# Everything We Need (2 Peter 1:3-10)



## Semper Fidelis (Dec 2, 2007)

Everything We Need (2 Peter 1:1-14) | SoliDeoGloria.com



> ...But just remember this. If you start with trying to love God on your own strength before you’ve believed the Gospel, before you’ve fallen at the foot of the Cross, and before you’ve heard the news of your acceptance by God and His rich blessing then you won’t be able to do any of it. You’ll be trying to show love and brotherly kindness as a way to fix up your life. You’ll be trying to get those merit badges so you can show God how serious you are that He’ll have to take notice of you and bless you. But there is no blessing if we approach these things as if they’re something that slaves do. We can only express them as children of God. We have to be born again.
> 
> We have to have believed the Gospel that men couldn’t possibly earn anything from God’s hand because we had only earned wrath for our sin and so God sent His Son to do it for us. He endured the shame and rejection that we deserved, to give us the inheritance that He earned for us. So we come anew every day, as Peter tells us that he reminds us over and over: these are the wondrous things that God has done in the Gospel and so rejoice Christian. Be at peace.

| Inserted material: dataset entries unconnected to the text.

"""Markdown table of benchmarks/results.jsonl (the last record of each size)."""

import json
import re
import sys
from pathlib import Path

rows, baselines = {}, {}
for line in open(Path(__file__).with_name("results.jsonl")):
    r = json.loads(line)
    rows[r["size"]] = r
    if "baseline" in r:
        baselines[r["size"]] = r["baseline"]       # the baseline is run once per size
for size, b in baselines.items():
    rows[size].setdefault("baseline", b)


def floor_of(r):
    out = {}
    for k in ("floor_splu", "floor_mkl", "floor_pardiso"):
        if k in r and r[k]["status"] == 0:
            m = re.search(r"factorization=([\d.]+)", r[k]["output"])
            out[k.split("_")[1]] = (r[k]["wall_s"], float(m[1]) if m else None, r[k]["peak_MiB"])
    return out


def tools_of(r):
    """(backend, record, stages) of every tool run of a record (older records: scipy only)."""
    out = []
    for key in [k for k in r if k == "tool" or k.startswith("tool_")]:
        t = r[key]
        st = t.get("stages") or (r.get("stages", {}) if key == "tool" else {})
        bk = st.get("backend") or t.get("backend") or "scipy"
        out.append((bk, t, st))
    return out


def baseline_of(r):
    if "baseline" not in r:
        return None
    o = r["baseline"]["output"]
    a = re.search(r"baseline assembly ([\d.]+) s", o)
    e = re.search(r"baseline eigensolution ([\d.]+) s", o)
    x = re.search(r"extrapolated ([\d.]+) s", o)
    if a and e:
        return float(a[1]) + float(e[1]), "measured"
    if x:
        return float(x[1]), "assembly extrapolated, eigensolution not reached"
    return None


hdr = ("| size | DOFs | backend | tool process [s] | read / assembly / factor / case 1 / case 2 / write [s] | "
       "tool peak [MiB] (process tree) | floor splu [s] (factor) | floor mkl [s] (factor) | tool / floor | "
       "1 case / floor | extra case / first | baseline [s] | baseline / tool | baseline / 1 case |")
print(hdr)
print("|" + "|".join(["---"] * (hdr.count("|") - 1)) + "|")
for size in sorted(rows):
    r = rows[size]
    fl = floor_of(r)
    best = min(v[0] for v in fl.values()) if fl else None      # the fastest floor available
    bl = baseline_of(r)
    for bk, t, st in tools_of(r):
        cases = st.get("cases", [])
        one = t["wall_s"] - (cases[1] if len(cases) > 1 else 0.0)
        extra = (cases[1] / one) if len(cases) > 1 else None
        f = lambda x, d=1: "-" if x is None else f"{x:.{d}f}"
        stage = (f"{f(st.get('read'), 2)} / {f(st.get('assembly'), 2)} / {f(st.get('factorization'), 2)} / "
                 f"{' / '.join(f(c, 2) for c in cases)} / {f(st.get('write'), 2)}") if st else "failed"
        peak = f"{t['peak_MiB']:.0f}" + (f" ({t['tree_peak_MiB']:.0f})" if t.get("tree_peak_MiB") else "")
        fcol = lambda k: f"{fl[k][0]:.1f} ({fl[k][1]:.2f})" if k in fl else "-"
        print(f"| {size:.0e} | {r.get('dofs', '-')} | {bk} | {t['wall_s']:.1f} | {stage} | {peak} | "
              + f"{fcol('splu')} | {fcol('mkl')} | "
              + f"{f(t['wall_s'] / best if best else None, 2)} | {f(one / best if best else None, 2)} | "
              + f"{f(extra, 2)} | " + (f"{bl[0]:.1f} ({bl[1]})" if bl else "-") + " | "
              + (f"{bl[0] / t['wall_s']:.1f}" if bl else "-") + " | "
              + (f"{bl[0] / one:.1f}" if bl else "-") + " |")
m = next(iter(rows.values()))["machine"]
print(f"\nMachine: {m['nproc']} cores, {m['memory_GiB']} GiB, {m['cpu']}, Python {m['python']}.")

Receive the salvation promised by your Father and in your joy and love that answers back the love He has for you, be matured daily to become more excellent, more enraptured by His Word, more controlling of the sin that is being put to death in you, more enduring and able to withstand the onslaught of sin in the world, more Godly in your focus, more loving to those that bear His image, and more loving of the One who has loved you with an Everlasting love.
> 
> The Gospel is simply this: God has done what we couldn’t do. Amazing Grace! We receive simply with empty hands offering nothing in return and then the love we have for our Redeemer comes bubbling out of the spring He is filling up within us and the character of a transformed life shines forth to the world!


----------